General information
- Location: Campbeltown, Argyll and Bute Scotland
- Coordinates: 55°25′27″N 5°39′13″W﻿ / ﻿55.4243°N 5.6535°W
- Grid reference: NR 68906 20570
- Platforms: None

Other information
- Status: Disused

History
- Original company: Campbeltown and Machrihanish Light Railway

Key dates
- 16 August 1906: Station opened
- November 1931: Station closed
- January 1932: Station re-opened
- May 1932: Station closed to passengers
- 1934: Track lifted

Location

= Moss Road Halt railway station =

Former railway station in Scotland

Moss Road Halt was a railway station situated at the road crossing on the road that runs across Aros Moss.

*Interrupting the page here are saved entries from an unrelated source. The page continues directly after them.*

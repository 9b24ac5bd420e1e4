import { describe, expect, test } from "vitest";
import { readCase } from "../../server/case/read.js";
import { screen } from "../../server/screening/screen.js";
import { methodsOf } from "../../server/sheet/working.js";
import { checkedCases } from "../published/caseFigures.js";
import { evaluate, numberOf } from "../words/evaluate.js";
import { inventedDocument, inventedFindings, inventedModel } from "./invented.js";

function methodsFor(change: object) {
  const read = readCase({ ...inventedDocument, ...change });
  if (!read.ok) throw new Error(JSON.stringify(read.faults));
  const findings = screen(read.model, { digest: read.digest, depth: "quick" });
  return methodsOf(read.model, findings);
}

const methods = methodsOf(inventedModel, inventedFindings);
const named = (title: string) => methods.find((method) => method.title === title);

describe("the working", () => {
  test("gives each method its equation, this case's numbers and a reference", () => {
    expect(methods.length).toBeGreaterThan(9);
    for (const method of methods) {
      expect(method.equation).not.toBe("");
      expect(method.numbers).toMatch(/\d/);
      expect(method.reference).not.toBe("");
      for (const text of Object.values(method).flat())
        expect(text).not.toMatch(/NaN|undefined|null|Infinity/);
    }
  });

  test("puts numbers into the adiabatic rise from which it can be recomputed by hand", () => {
    const numbers = named("Adiabatic rise of the reaction")?.numbers ?? "";
    expect(numbers).toContain("n_{lim} = min(2 900, 3 050/1) mol");
    expect(numbers).toContain("−ΔH_{r} = 118 kJ/mol");
    expect(numbers).toContain("1 450 kg × 1.95 kJ/(kg K) + 420 kg × 1.8 kJ/(kg K)");
    // By hand: 2900 × 118 / (1450 × 1.95 + 420 × 1.8) = 95.493 K, rounded up.
    expect(numbers).toContain("= 95.5 K");
  });

  test("puts numbers into the cooling capacity from which it can be recomputed by hand", () => {
    const numbers = named("Cooling at scale")?.numbers ?? "";
    expect(numbers).toContain("UA = 320 W/(m² K) × 5.6 m², w = 4.5 kg/s × 3.6 kJ/(kg K)");
    // By hand: 1792 × 16200 / (1792 + 16200) × (35 − 5) = 48.405 kW, rounded down.
    expect(numbers).toContain("capacity 48.4 kW");
  });

  test("has lines of plain numbers that a calculator takes to what is printed behind them", () => {
    const forms = [
      { form: "heatRate", heatReleaseRate: "20 W/kg", at: "160 degC", activationEnergy: "128 kJ/mol" },
      { form: "td24", temperature: "100 degC", activationEnergy: "128 kJ/mol" },
    ].map((rateConstant) =>
      methodsFor({ decomposition: { ...inventedDocument.decomposition, rateConstant } }),
    );
    const checked = checkedCases().map(({ text }) => methodsFor(JSON.parse(text)));
    const worked = [methodsFor({}), ...forms, ...checked].flat().flatMap((method) => method.worked ?? []);
    expect(worked.length).toBeGreaterThan(80);
    for (const line of worked) {
      const [, numbers = "", result = ""] = line.split(" = ");
      const [, shown = "", unit = ""] = /^([−\d .]+(?:×10\S+)?) (.+)$/u.exec(result) ?? [];
      const printed = numberOf(shown) * (unit === "kW" ? 1000 : 1);
      expect(printed, line).not.toBe(0);
      // Results are rounded to the careful side in their last digit: three digits of rate constants, 0.1 K or 0.1 kW.
      const lastDigit =
        unit === "K" || unit === "kW" ? 0.1 * (unit === "kW" ? 1000 : 1) : 0.006 * Math.abs(printed);
      expect(Math.abs(evaluate(numbers) - printed), line).toBeLessThanOrEqual(lastDigit);
    }
  });

  test("shows the standard concentration beside the activation entropy", () => {
    const rateConstant = {
      form: "eyring",
      activationEnthalpy: "62 kJ/mol",
      activationEntropy: "-95 J/(mol K)",
    };
    const [method] = methodsFor({ reaction: { ...inventedDocument.reaction, rateConstant } });
    expect(method?.equation).toContain("c_{0}^{1−n}");
    expect(method?.numbers).toMatch(/c_\{0\} = 1 000 mol\/m³, ΔS‡ = −95 J\/\(mol K\)/);
  });

  test("names the form in which each rate constant was given", () => {
    const { decomposition } = inventedDocument;
    const equations = [
      { form: "heatRate", heatReleaseRate: "20 W/kg", at: "160 degC", activationEnergy: "128 kJ/mol" },
      { form: "td24", temperature: "100 degC", activationEnergy: "128 kJ/mol" },
      { form: "reference", rateConstant: "1e-5 1/s", at: "120 degC", activationEnergy: "128 kJ/mol" },
    ].map((rateConstant) => methodsFor({ decomposition: { ...decomposition, rateConstant } })[1]?.equation);
    expect(equations[0]).toContain("q′/(Q f_{ref})");
    expect(equations[1]).toContain("is 24 h");
    expect(equations[2]).toBe("k = k_{ref} exp(−E_{a}/R (1/T − 1/T_{ref}))");
    expect(named("Rate constant of the reaction")?.numbers).toContain("3 of 4 rows fitted");
  });

  test("leaves out what the case has no data for", () => {
    const titles = methodsFor({ decomposition: undefined }).map((method) => method.title);
    expect(titles).toContain("Adiabatic rise of the reaction");
    for (const title of ["T_D24", "Criticality class", "Adiabatic time to maximum rate"]) {
      expect(titles).not.toContain(title);
    }
  });

  test("warns where the closed form is not on the careful side", () => {
    const { timeToMaximumRate } = inventedFindings;
    if (timeToMaximumRate === null) throw new Error("the invented case has one");
    const findings = {
      ...inventedFindings,
      timeToMaximumRate: { ...timeToMaximumRate, zeroOrderCautious: false },
    };
    const closed = methodsOf(inventedModel, findings).find((method) => method.title.includes("closed form"));
    expect(closed?.numbers).toContain("NOT on the careful side");
  });
});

Argyll and Bute.

The Campbeltown and Machrihanish Light Railway was a 2 ft 3 in (686 mm) narrow gauge railway in Kintyre, Scotland, between the towns of Campbeltown and Machrihanish.

==History==
The station had no platforms and was located at a site where the train had to slow before crossing the lane.

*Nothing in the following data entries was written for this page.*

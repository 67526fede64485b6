import { describe, expect, it } from "vitest";
import type { AnalysisClock } from "../../../src/core/analysis/analysisClock.ts";
import { caseConcerns } from "../../../src/core/analysis/caseConcerns.ts";
import type { ConcernContext } from "../../../src/core/analysis/concernRule.ts";
import { derive } from "../../../src/core/analysis/index.ts";
import type { Case } from "../../../src/core/case/index.ts";
import { concernMessage, FIT_CONCERN_CODES } from "../../../src/core/messages/index.ts";
import { caseFixture } from "./caseFixture.ts";
import { fittedAnalysis, individualFit, levelFit, parameter, spread } from "./fitFixture.ts";

const level = (id: string, at: string, mgPerL: number, change: Partial<Case["levels"][number]> = {}) => ({
  id,
  at,
  quantity: { value: mgPerL, unit: "mg/L" as const },
  kind: "measured" as const,
  ...change,
});
const value = caseFixture({
  fit: { use: "individual", residualModel: "normal" },
  levels: [level("l", "2026-03-03T07:30:00+00:00", 6), level("m", "2026-03-04T07:30:00+00:00", 7)],
});
const analysis = fittedAnalysis(derive(value));
/** A context of a quiet fit: nothing to point out but what every case has. */
const quiet: ConcernContext = {
  case: value,
  clock: analysis.clock as unknown as AnalysisClock,
  patient: analysis.patient,
  model: analysis.typical,
  modelIssues: [],
  given: analysis.given,
  lineIssues: [],
  levels: analysis.levels,
  fit: {
    kind: "fitted",
    fit: individualFit({
      parameters: [parameter({ symbol: "CL", words: "Clearance" }), parameter({ symbol: "V", words: "Volume" })],
      // Short enough that the levels come after steady state.
      halfLife: { typical: 4, posterior: spread(4) },
    }),
  },
  options: analysis.options,
  crossCheck: null,
};
const fitted = quiet.fit as Extract<ConcernContext["fit"], { kind: "fitted" }>;
const withFit = (change: Parameters<typeof individualFit>[0]): ConcernContext => ({
  ...quiet,
  fit: { kind: "fitted", fit: { ...fitted.fit, ...change } },
});
/** Levels by hand, all used. */
const withLevels = (...levels: readonly Partial<ConcernContext["levels"][number]>[]): ConcernContext => {
  const made = levels.map((change, i) => ({
    ...quiet.levels[1]!,
    atH: quiet.levels[1]!.atH - 2 + i / 10,
    ...change,
    id: `x${i}`,
  }));
  return { ...withFit({ levelsUsed: made.map(({ id }) => id) }), levels: made };
};
const off = (standardised: number) => ({ fit: levelFit(6, { standardised }) });
const withOption = (change: (option: NonNullable<ConcernContext["options"][number]["individual"]>) => object) => ({
  ...quiet,
  options: quiet.options.map((option) => ({
    ...option,
    individual: { ...option.individual!, ...change(option.individual!) },
  })),
});
const chance = (above: number, below = 0) =>
  withOption(() => ({ steadyChance: { below, within: 1 - above - below, above } }));
const toxic = (share: number) => withOption(() => ({ toxicChance: share }));
const never = (share: number) =>
  withOption((found) => ({ shareNeverSteady: share, steadyState: share > 0.05 ? null : found.steadyState }));
const ambiguous = (isAmbiguous: boolean) =>
  withFit({
    flipFlop: {
      shareSlowAbsorption: 0.37,
      isAmbiguous,
      fastAbsorption: { ka: 0.6, ke: 0.1, volume: 30 },
      slowAbsorption: { ka: 0.1, ke: 0.6, volume: 5 },
    },
  });
const changed = (from: number): ConcernContext => {
  const model = quiet.model!;
  const last = { ...model.dispositions[0]!, from };
  return { ...quiet, model: { ...model, dispositions: [...model.dispositions, last] } };
};
const lastGiven = quiet.given.filter((mark) => mark.countedMg > 0).at(-1)!;
const early = (afterDoseH: number) => ({ atH: lastGiven.atH + afterDoseH, afterDoseH });

/** For every concern about a fit: a context that raises it, and one as like it as can be that does not. */
const TABLE: readonly (readonly [code: string, raises: ConcernContext, doesNot: ConcernContext])[] = [
  ["levels-not-used", { ...quiet, fit: { kind: "none", reason: "no-variability" } }, quiet],
  [
    "levels-all-left-out",
    { ...quiet, fit: { kind: "none", reason: "all-left-out" } },
    { ...quiet, fit: { kind: "none", reason: "no-residual" } },
  ],
  ["fit-withheld", { ...quiet, fit: { kind: "withheld", reason: "draws-unreliable", data: { paretoK: 0.91 } } }, quiet],
  ["fit-set-aside", { ...quiet, case: { ...value, fit: { ...value.fit, use: "typical" } } }, quiet],
  ["level-out-of-range", withLevels({ measured: 401 }), withLevels({ measured: 399 })],
  ["level-residual", withLevels(off(2.01), off(0)), withLevels(off(1.99), off(0))],
  ["level-outlier", withLevels(off(2.01), off(0), off(-1)), withLevels(off(2.01), off(0))],
  [
    "level-outside-prior",
    withLevels({ fit: levelFit(6, { isOutsidePrior: true }) }),
    withLevels({ fit: levelFit(6, { isOutsidePrior: false }) }),
  ],
  [
    "forecast-missed",
    withLevels({ fit: levelFit(6, { forecast: { predictive: spread(3), levelsKnown: 1, held: false } }) }),
    withLevels({ fit: levelFit(6, { forecast: { predictive: spread(3), levelsKnown: 0, held: false } }) }),
  ],
  [
    "parameter-unusual",
    withFit({ parameters: [parameter({ symbol: "CL", words: "Clearance", omega: 0.3, eta: -0.601 })] }),
    withFit({ parameters: [parameter({ symbol: "CL", words: "Clearance", omega: 0.3, eta: -0.599 })] }),
  ],
  [
    "levels-taught-little",
    withFit({ parameters: [parameter({ symbol: "V", words: "Volume", taught: 0.19 })] }),
    withFit({ parameters: [parameter({ symbol: "V", words: "Volume", taught: 0.21 })] }),
  ],
  [
    "parameters-held",
    withFit({ parameters: [parameter({ symbol: "CL", words: "Clearance" })] }),
    withFit({
      parameters: [
        parameter({ symbol: "CL", words: "Clearance" }),
        parameter({ symbol: "V", words: "Volume" }),
        parameter({ symbol: "ka", words: "Absorption rate" }),
      ],
    }),
  ],
  [
    "one-level",
    withFit({ levelsUsed: ["m"], parameters: [parameter({ symbol: "V", words: "Volume", taught: 0.19 })] }),
    // What a level taught something of does not stay near the record's.
    withFit({ levelsUsed: ["m"], parameters: [parameter({ symbol: "V", words: "Volume", taught: 0.21 })] }),
  ],
  ["levels-absorption-only", withLevels(early(2), early(3)), withLevels(early(2), early(11.9))],
  [
    "levels-before-steady",
    withFit({ halfLife: { typical: 22, posterior: spread(22) } }),
    withFit({ halfLife: { typical: 6, posterior: spread(6) } }),
  ],
  ["flip-flop-ambiguous", ambiguous(true), ambiguous(false)],
  ["levels-below-limit", withLevels({ belowLimit: true }), withLevels({ belowLimit: false })],
  [
    "levels-within-error",
    withLevels({ measured: 6, assaySd: 0.6 }, { measured: 6.8, assaySd: 0.6 }),
    withLevels({ measured: 6, assaySd: 0.6 }, { measured: 6.9, assaySd: 0.6 }),
  ],
  ["levels-same-time", withLevels({ atH: 60 }, { atH: 60 }), withLevels({ atH: 60 }, { atH: 60.1 })],
  ["levels-before-change", changed(quiet.levels[0]!.atH + 1), changed(quiet.levels[0]!.atH)],
  ["option-chance-above", chance(0.25), chance(0.24)],
  ["option-chance-below", chance(0.1, 0.25), chance(0.1, 0.24)],
  ["option-chance-toxic", toxic(0.05), toxic(0.049)],
  ["never-steady-chance", never(0.17), never(0.05)],
];

const found = (context: ConcernContext, code: string) =>
  caseConcerns(context).filter((concern) => concern.code === code);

Upgraded from a coal carrying mineral lined and opened for passenger traffic in 1906, the railway did not have stations as such, just places where the train halted to pick up passengers. Many of the passengers were day trippers from Glasgow as a turbine steamer would bring passengers to Campbeltown early enough to catch a train to Machrihanish and allow a return journey all in one day.

Only three other passenger-carrying lines in the UK operated on the same gauge, all of them in Wales - the Corris Railway, the short-lived Plynlimon and Hafan Tramway and the Talyllyn Railway.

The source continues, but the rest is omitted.